Mullumbimby Hospital.
Mullumbimby Hospital. Blainey Woodham

Second-rate service is bush norm

THREATS to medical services at Mullumbimby, Coraki and Bonalbo were symptomatic of Australia's two-tier health system where rural people copped a second-rate service, the NSW president of the Rural Doctors Association of Australia, Dr Dave Richmond said.

Dr Richmond said there had been a "significant neglect" of rural health and hospitals by the state and federal government, despite the six million country people comprising 31% of the population.

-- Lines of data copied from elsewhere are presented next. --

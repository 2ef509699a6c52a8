import type { Topology } from "topojson-specification";
import type { Position } from "../units/position.ts";
import { rowCrossings } from "./coast-rows.ts";
import { connectedOcean, type WaterRun } from "./connected-ocean.ts";
import { headingVector, sphericalDirect, sphericalFrame } from "./spherical-frame.ts";
import { MEAN_RADIUS_METRES } from "./earth.ts";

const CELLS_PER_DEGREE = 10;
const MASK_ROWS = 180 * CELLS_PER_DEGREE;
const MASK_COLUMNS = 360 * CELLS_PER_DEGREE;
const WORDS_PER_ROW = Math.ceil(MASK_COLUMNS / 32);

/** Which cells of 0.1 degree hold ocean at their centre: rows from the south, columns from 180 W, a bit each. */
export interface LandMask {
  readonly oceanBits: Uint32Array;
}

/** In the middle of the Pacific, south of Hawaii: what hangs together with this water is the ocean. */
const OPEN_PACIFIC: Position = { latitudeDegrees: 0, longitudeDegrees: -160 };

/**
 * The ocean as a bitmap, from land polygons (`topology.objects.land`, in degrees). Ocean is the water that hangs
 * together with the Pacific, corners included; the Caspian and the lakes are land. Straits narrower than a cell may be closed and islands smaller than one may be lost: a coast is right to about
 * 0.1 degree, 11 km. [source: natural-earth]
 *
 * @throws Error where the topology holds no polygons under that name.
 */
export function buildLandMask(topology: Topology): LandMask {
  const oceanBits = new Uint32Array(MASK_ROWS * WORDS_PER_ROW);
  const rows = rowCrossings({ topology, rows: MASK_ROWS, rowsPerDegree: CELLS_PER_DEGREE });
  const water = rows.map(waterRuns);
  const seed = { row: maskRow(OPEN_PACIFIC.latitudeDegrees), column: maskColumn(OPEN_PACIFIC.longitudeDegrees) };
  for (const run of connectedOcean({ water, columns: MASK_COLUMNS, seed })) setRun(oceanBits, run);
  return { oceanBits };
}

/** Whether the cell that holds the position is ocean. */
export function isOcean(mask: LandMask, { latitudeDegrees, longitudeDegrees }: Position): boolean {
  return oceanAt(mask, maskRow(latitudeDegrees), maskColumn(longitudeDegrees));
}

/** Whether a cell is ocean; for loops that know their rows and columns. */
export function oceanAt({ oceanBits }: LandMask, row: number, column: number): boolean {
  return (((oceanBits[row * WORDS_PER_ROW + (column >> 5)] ?? 0) >>> (column & 31)) & 1) === 1;
}

/** Rings of sample points over a disc, each point standing for an equal area: 1 + 6 + 12, at the root of the mid-area. */
const DISC_SAMPLES: readonly { readonly fraction: number; readonly points: number }[] = [
  { fraction: 0, points: 1 },
  { fraction: Math.sqrt(4 / 19), points: 6 },
  { fraction: Math.sqrt(13 / 19), points: 12 },
];

/** Fraction of a disc's area that is ocean, from 19 points of equal area: steps of a nineteenth. */
export function oceanFraction(disc: { mask: LandMask; position: Position; radiusMetres: number }): number {
  const frame = sphericalFrame(disc.position);
  let wet = 0;
  let all = 0;
  for (const { fraction, points } of DISC_SAMPLES) {
    const arcRadians = (fraction * disc.radiusMetres) / MEAN_RADIUS_METRES;
    for (let point = 0; point < points; point += 1) {
      const heading = headingVector(frame, (360 * point) / points);
      all += 1;
      if (isOcean(disc.mask, sphericalDirect(frame, heading, arcRadians))) wet += 1;
    }
  }
  return wet / all;
}

export function maskRow(latitudeDegrees: number): number {
  return Math.min(MASK_ROWS - 1, Math.max(0, Math.floor((latitudeDegrees + 90) * CELLS_PER_DEGREE)));
}

export function maskColumn(longitudeDegrees: number): number {
  const column = Math.floor((longitudeDegrees + 180) * CELLS_PER_DEGREE) % MASK_COLUMNS;
  return column < 0 ? column + MASK_COLUMNS : column;
}

/** Runs of columns whose centres lie outside the polygons: between every second pair of crossings. */
function waterRuns(crossings: Float64Array, row: number): WaterRun[] {
  const runs: WaterRun[] = [];
  let first = 0;
  for (let i = 0; i <= crossings.length; i += 2) {
    const landFrom = i < crossings.length ? firstColumnEastOf(crossings[i] ?? NaN) : MASK_COLUMNS;
    if (landFrom > first) runs.push({ row, first, last: landFrom - 1 });
    first = Math.max(first, firstColumnEastOf(crossings[i + 1] ?? 180));
  }
  return runs;
}

/** The first column whose centre lies on or east of a longitude. */
function firstColumnEastOf(longitudeDegrees: number): number {
  return Math.min(MASK_COLUMNS, Math.max(0, Math.ceil((longitudeDegrees + 180) * CELLS_PER_DEGREE - 0.5)));
}

function setRun(bits: Uint32Array, { row, first, last }: WaterRun): void {
  const base = row * WORDS_PER_ROW;
  for (let word = first >> 5; word <= last >> 5; word += 1) {
    const from = Math.max(first - word * 32, 0);
    const to = Math.min(last - word * 32, 31);
    bits[base + word] = (bits[base + word] ?? 0) | ((0xffffffff >>> (31 - to)) & (0xffffffff << from));
  }
}
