import type { Position } from "../units/position.ts";

const DEGREE = Math.PI / 180;

export interface Vector {
  readonly x: number;
  readonly y: number;
  readonly z: number;
}

/** Unit vectors up, north and east at a point of the sphere; at a pole, north and east of the meridian given. */
export interface SphericalFrame {
  readonly up: Vector;
  readonly north: Vector;
  readonly east: Vector;
}

/**
 * The frame at a position, with x through (0, 0), y through (0, 90 E) and z through the north pole. The sphere's
 * latitude is taken to be the geodetic one, which puts bearings out by at most 0.2 degrees against the ellipsoid.
 */
export function sphericalFrame({ latitudeDegrees, longitudeDegrees }: Position): SphericalFrame {
  const phi = latitudeDegrees * DEGREE;
  const lambda = longitudeDegrees * DEGREE;
  const sinPhi = Math.sin(phi);
  const cosPhi = Math.cos(phi);
  const sinLambda = Math.sin(lambda);
  const cosLambda = Math.cos(lambda);
  return {
    up: { x: cosPhi * cosLambda, y: cosPhi * sinLambda, z: sinPhi },
    north: { x: -sinPhi * cosLambda, y: -sinPhi * sinLambda, z: cosPhi },
    east: { x: -sinLambda, y: cosLambda, z: 0 },
  };
}

/** Unit vector along the surface on a heading, clockwise from north. */
export function headingVector({ north, east }: SphericalFrame, headsTowardDegrees: number): Vector {
  const sinTheta = Math.sin(headsTowardDegrees * DEGREE);
  const cosTheta = Math.cos(headsTowardDegrees * DEGREE);
  return {
    x: north.x * cosTheta + east.x * sinTheta,
    y: north.y * cosTheta + east.y * sinTheta,
    z: north.z * cosTheta + east.z * sinTheta,
  };
}

/** The position reached on the great circle of a heading after an arc; longitude in [-180, 180]. */
export function sphericalDirect({ up }: SphericalFrame, heading: Vector, arcRadians: number): Position {
  const sin = Math.sin(arcRadians);
  const cos = Math.cos(arcRadians);
  const x = up.x * cos + heading.x * sin;
  const y = up.y * cos + heading.y * sin;
  const z = up.z * cos + heading.z * sin;
  // atan2 of both, since asin loses half its digits at the poles
  return { latitudeDegrees: Math.atan2(z, Math.hypot(x, y)) / DEGREE, longitudeDegrees: Math.atan2(y, x) / DEGREE };
}
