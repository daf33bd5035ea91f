import { keptApi } from '../../../lib/api/kept.ts';
import { routes } from '../../../lib/api/routes.ts';

export const sprayersApi = keptApi('sprayers', routes.sprayers);
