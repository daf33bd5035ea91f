import { queryOptions, useMutation, useQueryClient } from '@tanstack/react-query';
import type { BodyInputOf } from '../../../../shared/api/endpoint.ts';
import type { farmEndpoints } from '../../../../shared/api/farms.ts';
import { call } from '../../../lib/api/call.ts';
import type { Change } from '../../../lib/api/kept.ts';
import { keys } from '../../../lib/api/keys.ts';
import { routes } from '../../../lib/api/routes.ts';

export const farmQuery = (farmId: string) => queryOptions({ queryKey: keys.facts(farmId), queryFn: ({ signal }) => call(routes.farm.read, { params: { farmId }, signal }) });

/** Who belongs to which farm, and its name, is part of who one is: forget that with the farm. */
function useForget() {
  const client = useQueryClient();
  return (farmId: string) => Promise.all([client.invalidateQueries({ queryKey: keys.me() }), client.invalidateQueries({ queryKey: keys.farm(farmId) })]);
}

export function useCreateFarm() {
  const forget = useForget();
  return useMutation({ mutationFn: (body: BodyInputOf<typeof farmEndpoints.createFarm>) => call(routes.farm.create, { body }), onSuccess: (farm) => forget(farm.id) });
}

export function useUpdateFarm(farmId: string) {
  const forget = useForget();
  return useMutation({
    mutationFn: ({ body, version }: Change<BodyInputOf<typeof farmEndpoints.createFarm>>) => call(routes.farm.update, { params: { farmId }, body: { ...body, version } }),
    onSuccess: () => forget(farmId),
  });
}

export function useArchiveFarm(farmId: string) {
  const forget = useForget();
  return useMutation({ mutationFn: (archived: boolean) => call(routes.farm.archive, { params: { farmId }, body: { archived } }), onSuccess: () => forget(farmId) });
}
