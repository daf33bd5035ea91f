import type { DemoClock } from '../../../shared/api/system.ts';

/** What each step of the demo clock leads to. */
export const stepWords: Record<DemoClock['next'][number]['name'], { name: string; short: string; hint: string }> = {
  eve: { name: 'The evening', short: 'evening', hint: 'Tomorrow’s go or hold goes out.' },
  dawn: { name: 'Dawn', short: 'dawn', hint: 'The push, the partner’s summary and the webhook go out.' },
  windowStart: { name: 'The window opens', short: 'window', hint: 'Time to measure on site and start.' },
  noon: { name: 'Noon', short: 'noon', hint: 'The morning is over.' },
  nextEvening: { name: 'The next evening', short: 'next eve', hint: 'On to the morning after.' },
};
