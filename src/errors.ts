/**
 * The two ways a calculation can refuse, and the checks that do so.
 *
 * A message says the rule, then where it broke and the value seen, with no full stop:
 * `volume must be 0 or more: row 7 (-0.3 mL)`.
 */

/** The user can mend the call: a cell shows `#VALUE!` and these words. */
export class InvalidInput extends Error {
  override readonly name = 'InvalidInput';
}

/** The call is sound but the data cannot tell: a cell shows `#N/A` and these words. */
export class NotDetermined extends Error {
  override readonly name = 'NotDetermined';
}

/** A name and the number it stands for, as in `{ rateCoefficient }`. */
export type NamedNumbers = Readonly<Record<string, number>>;

/**
 * `rateCoefficient` → `rate coefficient`, so that a message reads like a sentence.
 *
 * @example inWords('rateCoefficient') // 'rate coefficient'
 */
export const inWords = (name: string): string =>
  name.replace(/[A-Z]/g, (letter) => ` ${letter.toLowerCase()}`);

/**
 * A number as a message shows it: up to six significant digits, no trailing zeros.
 *
 * @example shown(0.1 + 0.2) // '0.3'
 */
export const shown = (value: number): string =>
  Number.isFinite(value) ? String(Number(value.toPrecision(6))) : String(value);

function requireThat(holds: (value: number) => boolean, rule: string, numbers: NamedNumbers): void {
  for (const [name, value] of Object.entries(numbers)) {
    if (!holds(value)) throw new InvalidInput(`${inWords(name)} must be ${rule}: got ${shown(value)}`);
  }
}

/**
 * Every number is finite.
 *
 * @throws InvalidInput
 * @example requireFinite({ order: NaN }) // throws order must be a finite number: got NaN
 */
export const requireFinite = (numbers: NamedNumbers): void =>
  requireThat(Number.isFinite, 'a finite number', numbers);

/**
 * Every number is finite and above 0.
 *
 * @throws InvalidInput
 * @example requirePositive({ rateCoefficient: 0 }) // throws rate coefficient must be above 0: got 0
 */
export const requirePositive = (numbers: NamedNumbers): void =>
  requireThat((value) => Number.isFinite(value) && value > 0, 'above 0', numbers);

/**
 * Every number is finite and 0 or more.
 *
 * @throws InvalidInput
 * @example requireNotNegative({ volume: -0.3 }) // throws volume must be 0 or more: got -0.3
 */
export const requireNotNegative = (numbers: NamedNumbers): void =>
  requireThat((value) => Number.isFinite(value) && value >= 0, '0 or more', numbers);

/**
 * A species that takes part: a signed number, −2 for two used up.
 *
 * @throws InvalidInput for 0
 * @example requireStoichiometricNumber(-2) // undefined
 */
export function requireStoichiometricNumber(stoichiometricNumber: number): void {
  requireFinite({ stoichiometricNumber });
  if (stoichiometricNumber === 0) {
    throw new InvalidInput('stoichiometric number must not be 0: a species that takes no part has no rate');
  }
}
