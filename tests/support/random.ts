/** Chance that can be repeated: the same seed, the same numbers, on every machine. */

/**
 * Numbers between 0 and 1 from a 32-bit counter and a mixing function (mulberry32, T. Ettinger 2017,
 * public domain).
 */
export function uniform(seed: number): () => number {
  let counter = seed | 0;
  return () => {
    counter = (counter + 0x6d2b79f5) | 0;
    let mixed = Math.imul(counter ^ (counter >>> 15), 1 | counter);
    mixed ^= mixed + Math.imul(mixed ^ (mixed >>> 7), 61 | mixed);
    return ((mixed ^ (mixed >>> 14)) >>> 0) / 2 ** 32;
  };
}

/** Normal deviates of mean 0 and variance 1 (G. E. P. Box and M. E. Muller, Ann. Math. Stat. 29 (1958) 610). */
export function normal(seed: number): () => number {
  const next = uniform(seed);
  return () => Math.sqrt(-2 * Math.log(1 - next())) * Math.cos(2 * Math.PI * next());
}

/** The same things in another order (R. A. Fisher and F. Yates, as by R. Durstenfeld, Commun. ACM 7 (1964) 420). */
export function shuffled<T>(things: readonly T[], seed: number): T[] {
  const next = uniform(seed);
  const mixed = [...things];
  for (let last = mixed.length - 1; last > 0; last--) {
    const chosen = Math.floor(next() * (last + 1));
    [mixed[last], mixed[chosen]] = [mixed[chosen], mixed[last]];
  }
  return mixed;
}
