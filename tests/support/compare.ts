/** How near two numbers are. */

/** |got/wanted − 1|; the plain difference where 0 is wanted. */
export const relative = (got: number, wanted: number): number =>
  wanted === 0 ? Math.abs(got) : Math.abs(got / wanted - 1);

/** Agreeing significant digits: −log₁₀ of the relative difference, 16 where there is none. */
export const agreeingDigits = (got: number, wanted: number): number =>
  got === wanted ? 16 : -Math.log10(relative(got, wanted));

export const mean = (numbers: readonly number[]): number =>
  numbers.reduce((sum, x) => sum + x, 0) / numbers.length;

export const standardDeviation = (numbers: readonly number[]): number => {
  const centre = mean(numbers);
  return Math.sqrt(numbers.reduce((sum, x) => sum + (x - centre) ** 2, 0) / (numbers.length - 1));
};
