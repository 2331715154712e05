/** Invented runs for tests, and seeded scatter that is the same on every machine. */

/** Uniform on 0 to 1, by the generator mulberry32 (T. Ettinger 2017, public domain). */
export function uniform(seed: number): () => number {
  let state = seed >>> 0;
  return () => {
    state = (state + 0x6d2b79f5) >>> 0;
    let mixed = Math.imul(state ^ (state >>> 15), state | 1);
    mixed ^= mixed + Math.imul(mixed ^ (mixed >>> 7), mixed | 61);
    return ((mixed ^ (mixed >>> 14)) >>> 0) / 2 ** 32;
  };
}

/** Standard normal deviates, by G. E. P. Box and M. E. Muller, Ann. Math. Stat. 29 (1958) 610. */
export function normal(seed: number): () => number {
  const next = uniform(seed);
  return () => Math.sqrt(-2 * Math.log(1 - next())) * Math.cos(2 * Math.PI * next());
}

/** As an instrument prints it. */
export const printed = (value: number, decimals = 3): number => Number(value.toFixed(decimals));

/** Twenty deviations without trend or pattern, from −5 to 5: typed, so that each test sees the same scatter. */
export const wobble = [3, -5, 2, 4, -3, -2, 5, -4, 1, -1, 4, -2, -5, 3, 2, -4, 1, 5, -3, -1] as const;

/** 0, 10 … 190. */
export const tens = Array.from({ length: 20 }, (_, i) => 10 * i);

/** Twenty readings of a course with scatter of about 0.4 % of `size`. */
export const wobbling = (
  course: (time: number) => number,
  times = tens,
  size = 0.8,
  decimals = 4,
): number[] => times.map((time, i) => printed(course(time) + (size * wobble[i % 20]) / 900, decimals));

/** Halved every 60: an invented fading dye, just over three half lives. */
export const fading = (time: number): number => 0.8 * 2 ** (-time / 60);

export const replaced = <T>(
  column: readonly T[],
  ...changes: readonly (readonly [row: number, cell: T])[]
): T[] => column.map((cell, row) => changes.find(([place]) => place === row)?.[1] ?? cell);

He said there was no recognition among health bureaucrats of the central role that hospitals played in country towns.

"Every hospital has its own mojo, its own history and that just gets lost in number crunching," he said.

The RDAA wants an urgent review of a "flawed" system that makes it difficult for small rural towns to recruit and retain doctors.

They also want an advanced rural training program to meet the needs of rural and remote communities.

Dr Richmond said there were signs of hope with new programs starting to bear fruit.

But it would be years before the current poor state of the rural health system was reversed and we probably had not seen the worst of it, especially as the State Government claimed it had no money.

But the Cowra-based GP urged North Coast residents not to give in to apathy and despair and to fight for the health services they wanted.

"You can lay down and die or you can get up and get cracking."

 

Rural medicine gets a poor health check

Australia's Health 2012 report compiled by the Australian Institute of Health and Welfare released last month reveals the following about rural health services:

There is one doctor for every 255 people in metropolitan Australia compared to one doctor for every 485 people in outer regional areas

People who live in regional, rural and remote areas are more likely to report four or more health risk factors than people who live in major cities.

The five-year survival of people diagnosed with cancer decreases as their remoteness increases, with five-year survival being the highest for people living in major cities and the lowest for people living in remote and very remote areas.

People living in regional and remote areas continue to have higher rates of death from cardiovascular disease than other Australians.

Rates of potentially preventable hospitalisation increase with remoteness.